_WHAT IS REQUIRED_
Please output the data below exactly as given, starting at its first line and stopping after the line that contains "ratio : DataArray (lat, lon)".

_RECORDS FOR THIS TASK_
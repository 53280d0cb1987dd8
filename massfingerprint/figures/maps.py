"""Maps of a pattern as a multiple of the global mean: the world, and a pole where an ice sheet is the source."""

import textwrap
from collections.abc import Sequence
from functools import cache
from typing import Any

import numpy as np
import pandas as pd
import xarray as xr
from matplotlib.axes import Axes
from matplotlib.cm import ScalarMappable
from matplotlib.colors import BoundaryNorm
from matplotlib.figure import Figure
from matplotlib.patches import Patch, PathPatch
from matplotlib.patheffects import withStroke
from matplotlib.transforms import Bbox
from numpy.typing import NDArray

from massfingerprint.arguments import one_of
from massfingerprint.bundled import open_bundled
from massfingerprint.errors import GridError, InputError
from massfingerprint.figures import _projected, look
from massfingerprint.figures._labels import place_labels

Array = NDArray[np.float64]
STEPS = np.round(np.arange(0.4, 1.65, 0.1), 1)  # of the colours, as far below 1 as above
CONTOURS = (0.0, 0.5, 0.8, 1.0, 1.1, 1.2, 1.3)
SCALE = "relative sea level as a multiple of the global mean [1]"
KERNEL_SCALE = "there, for ice lost here, over the global mean [1]"
FALLS = "hatched: relative sea level falls"
_ROWS = {"world": 180, "north": 360, "south": 360}  # rings of cells drawn, pole to pole
_WORLD, _POLAR = 3.45, 1.75  # inches: height of the world, across a polar panel
_ABOVE_FOOT = (0.9, 1.7, 1.9)  # inches between small print and world, with so many polar panels
_PALE = "#e3cdb5"  # of the hatching, which always lies on the darkest ochre
_TITLE_WIDTH, _TITLE_LINE = 80, 0.17  # characters, inches
_SEA = 0.5  # share of sea above which a cell gets contours


def pattern_map(
    ratio: xr.DataArray,
    *,
    title: str,
    caption: str,
    sites: pd.DataFrame | None = None,
    poles: Sequence[str] = (),
    everywhere: bool = False,
) -> Figure:
    """Draw relative sea level divided by the global mean.

    Parameters
    ----------
    ratio : DataArray (lat, lon)
        Dimensionless, on a regular global cell-centred grid, either longitude convention, either orientation.
    title, caption : str
        Head and small print.
    sites : DataFrame, optional
        Columns site, lat, lon: marked and named.
    poles : sequence of str
        ``north``, ``south``: panels of the polar cap below the world.
    everywhere : bool
        Show land too, as outlines: the field is what a loss here does at one site, not what it does here.

    Returns
    -------
    Figure
        Page width; draw and save it within ``look.style()``.

    Raises
    ------
    GridError, InputError
        If the field is not global and regular, a column or a pole is not known.
    """
    shown = [pole for pole in ("north", "south") if pole in _poles(poles)]
    values, marked = _ordered(ratio), _sites(sites)
    head = textwrap.wrap(title, _TITLE_WIDTH) or [""]
    foot = look.caption_height(caption) + 0.12
    low = foot + _ABOVE_FOOT[len(shown)]
    height = low + _WORLD + 0.23 + _TITLE_LINE * len(head)
    figure = look.new_figure(look.PAGE, height)
    figure.text(0.02, 1.0 - 0.12 / height, "\n".join(head), fontsize=look.TITLE_SIZE, va="top", weight="bold")
    world = figure.add_axes((0.01, low / height, 0.98, _WORLD / height))
    panels = {"world": world}
    for number, pole in enumerate(reversed(shown)):
        left = 1.0 - (_POLAR * (number + 1) + 0.1) / look.PAGE
        panels[pole] = figure.add_axes((left, foot / height, _POLAR / look.PAGE, _POLAR / height))
    for name, axes in panels.items():
        _frame(axes, name)
    names = _name_sites(world, marked, figure.axes[1:])  # sites stand on the world map alone
    clear = {name: names if axes is world else [] for name, axes in panels.items()}
    falls = [_fill(axes, name, values, clear[name], everywhere) for name, axes in panels.items()]
    words = KERNEL_SCALE if everywhere else SCALE
    _colour_bar(figure, foot, (0.62, 0.62, 0.42)[len(shown)], FALLS if any(falls) else "", words)
    look.caption(figure, caption)
    return figure


def _poles(poles: Sequence[str]) -> Sequence[str]:
    if isinstance(poles, str):
        raise InputError(f"poles: must be a list of poles, got the text {poles!r}. Write ({poles!r},).")
    for pole in poles:
        one_of(pole, ("north", "south"), argument="poles", kind="pole")
    return poles


def _ordered(ratio: xr.DataArray) -> Array:
    """Values (nlat, nlon) from south to north and from longitude 0 eastward."""
    if not isinstance(ratio, xr.DataArray) or set(ratio.dims) != {"lat", "lon"}:
        found = ratio.dims if isinstance(ratio, xr.DataArray) else type(ratio).__name__
        raise GridError(f"ratio: must be a DataArray (lat, lon), got {found}. Select one field first.")
    field = ratio.assign_coords(lon=ratio["lon"] % 360.0).sortby(["lat", "lon"]).transpose("lat", "lon")
    steps = np.diff(field["lon"].values), np.diff(field["lat"].values)
    even = all(step.size and np.allclose(step, step[0], rtol=1e-4) for step in steps)
    if not even or abs(field["lat"].values[0] + 90.0 - steps[1][0] / 2.0) > 1e-3:
        raise GridError("ratio: must lie on a regular global cell-centred grid. Use solve_fingerprints' own grid.")
    start = field["lon"].values[0]
    shift = round((start - steps[0][0] / 2.0) / steps[0][0])
    values = np.roll(np.asarray(field.values, dtype=np.float64), shift, axis=1)
    if not np.isfinite(values).all():
        raise GridError("ratio: holds values that are not finite. Fields are defined everywhere, land included.")
    return values


def _sites(sites: pd.DataFrame | None) -> pd.DataFrame:
    if sites is None:
        return pd.DataFrame({"site": [], "lat": [], "lon": []})
    missing = [name for name in ("site", "lat", "lon") if name not in sites]
    if missing:
        raise InputError(f"sites: lacks the column {missing[0]}. Name the columns site, lat and lon.")
    return sites


def _reduced(values: Array, rows: int) -> Array:
    """Block means on about so many rings."""
    factor = max(1, values.shape[0] // rows)
    while values.shape[0] % factor or values.shape[1] % factor:
        factor -= 1
    shape = (values.shape[0] // factor, factor, values.shape[1] // factor, factor)
    return values.reshape(shape).mean(axis=(1, 3))


def _cells(name: str, values: Array) -> Array:
    """Cells of a view, from its south to its north and from its first longitude eastward."""
    view, cells = _projected.VIEWS[name], _reduced(values, _ROWS[name])
    step = 180.0 / cells.shape[0]
    rows = slice(round((view.south + 90.0) / step), round((view.north + 90.0) / step))
    return np.roll(cells[rows], -round(view.first_longitude / (360.0 / cells.shape[1])), axis=1)


def _frame(axes: Axes, name: str) -> None:
    """Limits of a view."""
    axes.set_aspect("equal")
    axes.set_axis_off()
    x, y = np.asarray(_projected.boundary(name).vertices).T
    axes.set_xlim(*_padded(x))
    axes.set_ylim(*_padded(y))
    axes.apply_aspect()  # places in pixels are asked for before anything is drawn


def _fill(axes: Axes, name: str, values: Array, names: Sequence[Bbox], everywhere: bool) -> bool:
    """Field, hatching, contours clear of the names, land, outline; returns whether the sea falls in this view."""
    cells = _cells(name, values)
    wet = (_like(_cells(name, _sea()), cells.shape) >= _SEA) | everywhere
    edge = PathPatch(_projected.boundary(name), facecolor="none", edgecolor=look.QUIET, linewidth=0.6, zorder=5)
    axes.add_artist(edge)  # add_patch would measure it, slowly
    nodes, field = _projected.nodes(name, *cells.shape), _projected.on_nodes(cells)
    fill = axes.contourf(*nodes, field, levels=STEPS, cmap=look.RATIO_COLOURS, norm=_norm(), extend="both", zorder=1)
    fill.set(edgecolor="face", linewidth=0.2, rasterized=True)
    falls = bool((cells[wet] < 0.0).any())
    if falls:
        hatch = axes.contourf(*nodes, field, levels=[-1e9, 0.0], colors="none", hatches=["////"], zorder=2)
        hatch.set(edgecolor=_PALE, linewidth=0.0, gid="falls")
        hatch.set_clip_path(edge)
    dry = _projected.on_nodes(wet.astype(float)) < _SEA
    _contours(axes, name, np.ma.masked_where(dry, _projected.on_nodes(_calmed(cells))), names)
    face, line = ("none", 0.45) if everywhere else (look.LAND, 0.25)
    ground = PathPatch(_projected.land(name), facecolor=face, edgecolor=look.QUIET, linewidth=line, zorder=4)
    axes.add_artist(ground)
    for artist in (fill, ground):
        artist.set_clip_path(edge)
    return falls


def _calmed(cells: Array) -> Array:
    """Means over neighbours weighted 1 2 1: a line does not curl where the field ripples with its highest degrees."""
    wide = np.pad(np.pad(cells, ((1, 1), (0, 0)), mode="edge"), ((0, 0), (1, 1)), mode="wrap")
    rows = 0.25 * (wide[:-2] + wide[2:]) + 0.5 * wide[1:-1]
    return np.asarray(0.25 * (rows[:, :-2] + rows[:, 2:]) + 0.5 * rows[:, 1:-1])


def _name_sites(axes: Axes, sites: pd.DataFrame, beside: Sequence[Axes]) -> list[Bbox]:
    """Mark and name sites, clear of other panels and of the words that count the rest; boxes of the names and markers."""
    if not len(sites):
        return []
    points = np.column_stack(_projected.places("world", sites["lon"].to_numpy(), sites["lat"].to_numpy()))
    rest = axes.text(0.0, 0.0, "(+000 more sites)", transform=axes.transAxes, fontsize=look.SMALL_SIZE)
    taken = [rest.get_window_extent(), *(panel.bbox for panel in beside)]
    names = place_labels(axes, [str(site) for site in sites["site"]], points, taken=taken)
    rest.set_text(f"(+{len(sites) - len(names)} more sites)")
    rest.set_visible(len(names) < len(sites))
    return [*names, *(Bbox([spot, spot]).padded(3.0) for spot in axes.transData.transform(points))]


def _padded(values: Array) -> tuple[float, float]:
    room = 0.004 * (values.max() - values.min())
    return float(values.min() - room), float(values.max() + room)


def _contours(axes: Axes, name: str, wet: "np.ma.MaskedArray[Any, Any]", names: Sequence[Bbox]) -> None:
    """Lines at sea; a label stays if it is inside the view and free, and off land where its level has one that is."""
    if wet.count() == 0 or wet.min() == wet.max():
        return
    nodes = _projected.nodes(name, wet.shape[0] - 2, wet.shape[1] - 2)
    lines = axes.contour(*nodes, wet, levels=list(CONTOURS), colors=look.INK, linewidths=0.5, zorder=3)
    texts = axes.clabel(lines, fmt="%.1f", fontsize=look.SMALL_SIZE, inline=False) or []
    outline, land = (axes.transData.transform_path(shape(name)) for shape in (_projected.boundary, _projected.land))
    boxes = {text: text.get_window_extent().padded(2.0) for text in texts}
    on_land = {text: int(land.contains_points(box.corners()).sum()) for text, box in boxes.items()}
    kept, named = list(names), set()
    for text in sorted(texts, key=lambda one: on_land[one]):  # those at sea choose first
        text.set_path_effects([withStroke(linewidth=2.4, foreground=look.PAPER)])
        inside = outline.contains_points(boxes[text].corners()).all()
        idle = on_land[text] > 1 and text.get_text() in named
        if inside and not idle and not any(boxes[text].overlaps(other) for other in kept):
            kept.append(boxes[text])
            named.add(text.get_text())
        else:
            text.remove()


def _like(cells: Array, shape: tuple[int, ...]) -> Array:
    """Cells of the nearest place on a grid of another size."""
    rows, columns = ((np.arange(n) + 0.5) * have / n for n, have in zip(shape, cells.shape, strict=True))
    return cells[np.ix_(rows.astype(int), columns.astype(int))]


def _norm() -> BoundaryNorm:
    return BoundaryNorm(STEPS, look.RATIO_COLOURS.N, extend="both")


@cache
def _sea() -> Array:
    """Ocean fraction (720, 1440) from south to north and from longitude 0 eastward."""
    return _ordered(open_bundled("ocean_fraction_0.25deg.nc")["ocean_fraction"])


def _colour_bar(figure: Figure, foot: float, width: float, falls: str, words: str) -> None:
    height = float(figure.get_figheight())
    bar = figure.add_axes((0.04, (foot + 0.27) / height, width, 0.11 / height))
    shown = figure.colorbar(
        ScalarMappable(_norm(), look.RATIO_COLOURS), cax=bar, orientation="horizontal", extend="both"
    )
    shown.set_ticks([0.4, 0.6, 0.8, 1.0, 1.2, 1.4, 1.6])
    shown.outline.set_linewidth(0.4)
    bar.tick_params(length=2.0, labelsize=look.TEXT_SIZE)
    bar.set_title(words, fontsize=look.TEXT_SIZE, loc="left", pad=3.0)
    if falls:
        patch = Patch(facecolor=look.RATIO_COLOURS(0.0), edgecolor=_PALE, hatch="//////", linewidth=0.0, label=falls)
        figure.legend(handles=[patch], loc="lower left", bbox_to_anchor=(0.03, (foot + 0.65) / height), fontsize=look.TEXT_SIZE,
                      borderaxespad=0.0, handlelength=1.6)  # fmt: skip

_PROBLEM SOLUTION_
repository 53280d0cb1987dd8
filename massfingerprint/figures/maps.py
"""Maps of a pattern as a multiple of the global mean: the world, and a pole where an ice sheet is the source."""

import textwrap
from collections.abc import Sequence
from functools import cache
from typing import Any

import numpy as np
import pandas as pd
import xarray as xr
from matplotlib.axes import Axes
from matplotlib.cm import ScalarMappable
from matplotlib.colors import BoundaryNorm
from matplotlib.figure import Figure
from matplotlib.patches import Patch, PathPatch
from matplotlib.patheffects import withStroke
from matplotlib.transforms import Bbox
from numpy.typing import NDArray

from massfingerprint.arguments import one_of
from massfingerprint.bundled import open_bundled
from massfingerprint.errors import GridError, InputError
from massfingerprint.figures import _projected, look
from massfingerprint.figures._labels import place_labels

Array = NDArray[np.float64]
STEPS = np.round(np.arange(0.4, 1.65, 0.1), 1)  # of the colours, as far below 1 as above
CONTOURS = (0.0, 0.5, 0.8, 1.0, 1.1, 1.2, 1.3)
SCALE = "relative sea level as a multiple of the global mean [1]"
KERNEL_SCALE = "there, for ice lost here, over the global mean [1]"
FALLS = "hatched: relative sea level falls"
_ROWS = {"world": 180, "north": 360, "south": 360}  # rings of cells drawn, pole to pole
_WORLD, _POLAR = 3.45, 1.75  # inches: height of the world, across a polar panel
_ABOVE_FOOT = (0.9, 1.7, 1.9)  # inches between small print and world, with so many polar panels
_PALE = "#e3cdb5"  # of the hatching, which always lies on the darkest ochre
_TITLE_WIDTH, _TITLE_LINE = 80, 0.17  # characters, inches
_SEA = 0.5  # share of sea above which a cell gets contours


def pattern_map(
    ratio: xr.DataArray,
    *,
    title: str,
    caption: str,
    sites: pd.DataFrame | None = None,
    poles: Sequence[str] = (),
    everywhere: bool = False,
) -> Figure:
    """Draw relative sea level divided by the global mean.

    Parameters
    ----------
    ratio : DataArray (lat, lon)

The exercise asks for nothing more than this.